BEGIN Provided material

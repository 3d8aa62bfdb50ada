import { readFile } from 'node:fs/promises';
import { parseArgs } from 'node:util';
import type { PixelPoint } from '../../vision/dark-quads';
import type { ReadingOptions, ScaleSource } from '../../vision/reading-options';
import { readPhoto } from '../../vision/read-photo';
import { TraceRefusal } from '../../vision/trace-refusal';

/** Where a command writes. */
export interface CommandOutput {
  stdout(text: string): void;
  stderr(text: string): void;
}

const USAGE =
  'usage: trace PHOTO [--thickness MM] [--print-scale X,Y] [--dpi N | --rectangle WxH@x,y;x,y;x,y;x,y | --two-points x,y;x,y=MM]';
/** Single-wall board, what most mock-ups are cut from. */
const USUAL_THICKNESS_MM = 3;

/** Input that cannot be used, in one line. */
class BadInput extends Error {}

function number(text: string | undefined, name: string, low: number, high: number): number {
  const value = Number(text);
  if (text === undefined || text.trim() === '' || !Number.isFinite(value) || value < low || value > high) {
    throw new BadInput(`${name} must be a number from ${low} to ${high}, not ${text ?? 'nothing'}`);
  }
  return value;
}

function pixels(text: string, name: string, count: number): readonly PixelPoint[] {
  const points = text.split(';').map((pair) => {
    const [x, y, ...more] = pair.split(',');
    if (more.length > 0) throw new BadInput(`${name}: expected x,y but found ${pair}`);
    return { x: number(x, `${name} x`, -1e5, 1e5), y: number(y, `${name} y`, -1e5, 1e5) };
  });
  if (points.length !== count) throw new BadInput(`${name} needs ${count} points, not ${points.length}`);
  return points;
}

function rectangle(text: string): ScaleSource {
  const [size = '', corners = ''] = text.split('@');
  const [width, height] = size.toLowerCase().split('x');
  const [a, b, c, d] = pixels(corners, '--rectangle', 4);
  if (!a || !b || !c || !d) throw new BadInput('--rectangle needs four corners');
  return {
    kind: 'rectangle',
    widthMm: number(width, '--rectangle width', 10, 5000),
    heightMm: number(height, '--rectangle height', 10, 5000),
    corners: [a, b, c, d],
  };
}

function twoPoints(text: string): ScaleSource {
  const [ends = '', distance] = text.split('=');
  const [from, to] = pixels(ends, '--two-points', 2);
  if (!from || !to || (from.x === to.x && from.y === to.y))
    throw new BadInput('--two-points needs two different points');
  return { kind: 'two-points', from, to, distanceMm: number(distance, '--two-points distance', 1, 5000) };
}

function readArguments(argv: readonly string[]) {
  try {
    return parseArgs({
      args: [...argv],
      allowPositionals: true,
      options: {
        thickness: { type: 'string' },
        'print-scale': { type: 'string' },
        dpi: { type: 'string' },
        rectangle: { type: 'string' },
        'two-points': { type: 'string' },
      },
    });
  } catch (error) {
    // Unknown options and missing values: what Node says about them is meant for the person.
    throw new BadInput(error instanceof Error ? error.message : String(error));
  }
}

function parse(argv: readonly string[]): { photo: string; options: ReadingOptions } {
  const { values, positionals } = readArguments(argv);
  const [photo, ...more] = positionals;
  if (photo === undefined || more.length > 0) throw new BadInput(`one photo is needed (${USAGE})`);
  const sources: ScaleSource[] = [];
  if (values.dpi !== undefined) sources.push({ kind: 'scan', dpi: number(values.dpi, '--dpi', 50, 4800) });
  if (values.rectangle !== undefined) sources.push(rectangle(values.rectangle));
  if (values['two-points'] !== undefined) sources.push(twoPoints(values['two-points']));
  if (sources.length > 1) throw new BadInput('only one of --dpi, --rectangle and --two-points can be given');
  const thicknessMm =
    values.thickness === undefined ? USUAL_THICKNESS_MM : number(values.thickness, '--thickness', 0, 30);
  const scale = sources[0];
  const printScale = values['print-scale']?.split(',');
  return {
    photo,
    options: {
      thicknessMm,
      ...(scale ? { scale } : {}),
      ...(printScale
        ? {
            printScale: [
              number(printScale[0], '--print-scale X', 0.8, 1.2),
              number(printScale[1], '--print-scale Y', 0.8, 1.2),
            ],
          }
        : {}),
    },
  };
}

async function load(photo: string): Promise<Buffer> {
  try {
    return await readFile(photo);
  } catch {
    // Missing, a folder, not ours to read: one answer.
    throw new BadInput(`${photo} cannot be read`);
  }
}

/**
 * `trace PHOTO ...`: reads one photo and prints the outline as one JSON object.
 * Resolves to the exit code: 0, or 2 with one line that says why.
 */
export async function runTrace(argv: readonly string[], io: CommandOutput): Promise<number> {
  try {
    const { photo, options } = parse(argv);
    const { trace } = await readPhoto(await load(photo), options);
    io.stdout(`${JSON.stringify(trace)}\n`);
    return 0;
  } catch (error) {
    if (!(error instanceof BadInput) && !(error instanceof TraceRefusal)) throw error;
    const prefix = error instanceof TraceRefusal ? `${error.code}: ` : '';
    io.stderr(`trace: ${prefix}${error.message.split('\n')[0] ?? ''}\n`);
    return 2;
  }
}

END Provided material

__Task__. Take exactly the lines from the one containing "const [from, to]" through the one containing "function readArguments(argv: readonly" in the data above, and output them with nothing added.

__Result__.
  const [from, to] = pixels(ends, '--two-points', 2);
  if (!from || !to || (from.x === to.x && from.y === to.y))
    throw new BadInput('--two-points needs two different points');
  return { kind: 'two-points', from, to, distanceMm: number(distance, '--two-points distance', 1, 5000) };
}

function readArguments(argv: readonly string[]) {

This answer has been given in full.